Redshift SELECT Distinct is used to fetch unique rows from the table. DISTINCT is applied to all the columns mentioned in the SELECT clause and not just the first column.

The example fetches DISTINCT values for one column in the table

select distinct catgroup
from category;
catgroup
Sports
Shows
Concerts

redshift select distinct multiple columns

You can apply DISTINCT on multiple columns to fetch unique rows considering all the columns and not just the first column in SELECT list.

select distinct catid,catgroup
from category;
catidcatgroup
1Sports
2Sports
3Sports
4Sports
5Sports
6Shows
7Shows
8Shows
9Concerts
10Concerts
11Concerts

redshift select distinct on is not supported

Redshift does not support DISTINCT ON clause. In other databases you can specify which row to pick if duplicate exists using DISTINCT ON clause. In redshift, select distinct on is not supported.

select distinct on (catgroup)
from category
order by catgroup,catid;

--ERROR: SELECT DISTINCT ON is not supported 

redshift select distinct count

In Redshift you can calculate count of distinct values for any column. Count Distinct is supported for only one column in Redshift. If you will list more than one column in DISTINCT in COUNT function then redshift will throw error.

select  count(distinct catid) from category; --11

select  count(distinct catgroup) from category; --3

select  count(distinct catgroup,catid) from category; 

--ERROR: function count(character varying, smallint) does not exist Hint: No function matches the given name and argument types. You may need to add explicit type casts.

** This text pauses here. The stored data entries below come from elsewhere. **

//! Branch prediction at fetch: a direction predictor (perfect, static
//! not-taken, bimodal two-bit counters, gshare), a return-address stack and an
//! indirect-target table.
//!
//! Per fetched control instruction it reads the tables, compares the
//! prediction with the functional model's outcome, and trains at once (the
//! model is trained in program order at fetch, since no wrong-path
//! instructions exist). Direct jumps (JAL) are always predicted correctly:
//! their target is known when they are decoded.

use crate::config::{PredictorConfig, PredictorKind};
use overlap_isa::{DynInst, Op, OpClass};

/// Strongly not taken, the state every two-bit counter starts in.
const STRONG_NOT_TAKEN: u8 = 0;

/// The branch predictor state.
#[derive(Clone, Debug)]
pub struct Predictor {
    kind: PredictorKind,
    counters: Vec<u8>,
    counter_mask: u64,
    history: u64,
    history_mask: u64,
    ras: Vec<u64>,
    ras_top: usize,
    ras_len: usize,
    targets: Vec<u64>,
    target_mask: u64,
}

impl Predictor {
    /// A cold predictor: counters strongly not taken, empty history and stacks.
    pub fn new(cfg: &PredictorConfig) -> Predictor {
        let counters = 1usize << cfg.table_bits;
        let targets = 1usize << cfg.target_bits;
        Predictor {
            kind: cfg.kind,
            counters: vec![STRONG_NOT_TAKEN; counters],
            counter_mask: counters as u64 - 1,
            history: 0,
            history_mask: (1u64 << cfg.history_bits) - 1,
            ras: vec![0; cfg.ras_entries as usize],
            ras_top: 0,
            ras_len: 0,
            targets: vec![0; targets],
            target_mask: targets as u64 - 1,
        }
    }

    /// Predict a control instruction, then train on its real outcome.
    /// Returns whether the prediction (direction and target) was correct.
    pub fn predict_and_train(&mut self, d: &DynInst) -> bool {
        match d.class {
            OpClass::Branch => self.conditional(d),
            OpClass::Jump => self.jump(d),
            _ => true,
        }
    }

    fn conditional(&mut self, d: &DynInst) -> bool {
        let pc = d.pc >> 1;
        let index = match self.kind {
            PredictorKind::Perfect => return true,
            PredictorKind::NotTaken => return !d.taken,
            PredictorKind::Bimodal => pc & self.counter_mask,
            PredictorKind::Gshare => (pc ^ self.history) & self.counter_mask,
        } as usize;
        let counter = &mut self.counters[index];
        let predicted = *counter >= 2;
        if d.taken {
            *counter = (*counter + 1).min(3);
        } else {
            *counter = counter.saturating_sub(1);
        }
        self.history = ((self.history << 1) | u64::from(d.taken)) & self.history_mask;
        predicted == d.taken
    }

    fn jump(&mut self, d: &DynInst) -> bool {
        let inst = &d.inst;
        let perfect = self.kind == PredictorKind::Perfect;
        let correct = if inst.op == Op::Jal {
            true
        } else if inst.is_return() && !self.ras.is_empty() {
            let predicted = self.pop();
            perfect || predicted == Some(d.next_pc)
        } else {
            let slot = ((d.pc >> 1) & self.target_mask) as usize;
            let predicted = self.targets[slot];
            self.targets[slot] = d.next_pc;
            perfect || predicted == d.next_pc
        };
        if inst.is_call() && !self.ras.is_empty() {
            self.push(d.fall_through());
        }
        correct
    }

    fn push(&mut self, addr: u64) {
        let n = self.ras.len();
        self.ras_top = (self.ras_top + 1) % n;
        self.ras[self.ras_top] = addr;
        self.ras_len = (self.ras_len + 1).min(n);
    }

    fn pop(&mut self) -> Option<u64> {
        if self.ras_len == 0 {
            return None;
        }
        let n = self.ras.len();
        let addr = self.ras[self.ras_top];
        self.ras_top = (self.ras_top + n - 1) % n;
        self.ras_len -= 1;
        Some(addr)
    }
}

#[cfg(test)]
mod tests {
    use super::*;
    use overlap_isa::{Inst, Reg};

    fn branch(pc: u64, taken: bool) -> DynInst {
        DynInst {
            pc,
            inst: Inst {
                op: Op::Bne,
                rd: Reg(0),
                rs1: Reg(5),
                rs2: Reg(0),
                imm: -8,
                len: 4,
            },
            class: OpClass::Branch,
            srcs: [Reg(5), Reg(0)],
            dst: None,
            mem_addr: 0,
            mem_size: 0,
            taken,
            next_pc: if taken { pc - 8 } else { pc + 4 },
        }
    }

    #[test]
    fn bimodal_loop_exit_mispredicts_once_per_exit() {
        // Source: J. E. Smith, "A study of branch prediction strategies", ISCA 1981 (two-bit
        // saturating counters). A 10-iteration loop branch (taken 9 times, then not taken)
        // entered 100 times from a cold strongly-not-taken counter: the first entry costs 2
        // warm-up mispredictions plus the exit, every later entry only its exit: 3 + 99 = 102.
        let mut p = Predictor::new(&PredictorConfig {
            kind: PredictorKind::Bimodal,
            ..PredictorConfig::default()
        });
        let mut wrong = 0;
        for _ in 0..100 {
            for i in 0..10 {
                if !p.predict_and_train(&branch(0x1000, i < 9)) {
                    wrong += 1;
                }
            }
        }
        assert_eq!(wrong, 102);
    }

    #[test]
    fn gshare_learns_a_short_loop_exit() {
        // Common practice: with more history bits than the loop has iterations, the global
        // history identifies the last iteration, so the exit is learned.
        let mut p = Predictor::new(&PredictorConfig::default());
        let mut wrong = 0;
        for _ in 0..100 {
            for i in 0..10 {
                if !p.predict_and_train(&branch(0x1000, i < 9)) {
                    wrong += 1;
                }
            }
        }
        assert!(wrong < 30, "gshare mispredicted {wrong} times");
    }
}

redshift select distinct vs group by

Is DISTINCT slower than GROUP BY ? There is no factual numbers which can support than DISTINCT is slower than GROUP BY in Redshift. If you will compare explain plan for GROUP BY and DISTINCT then the result will be absolutely same in most of the cases. In some databases, explain plan may differ and Group By may be the more preferred one.

But with new databases like Redshift the SQL execution plan is created and most optimised one is picked. In Redshift it does not make much difference.

One rule which I follow is if I am aware than there are less records and more unique values I may be ok with DISTINCT clause else I will prefer writing Group By clause.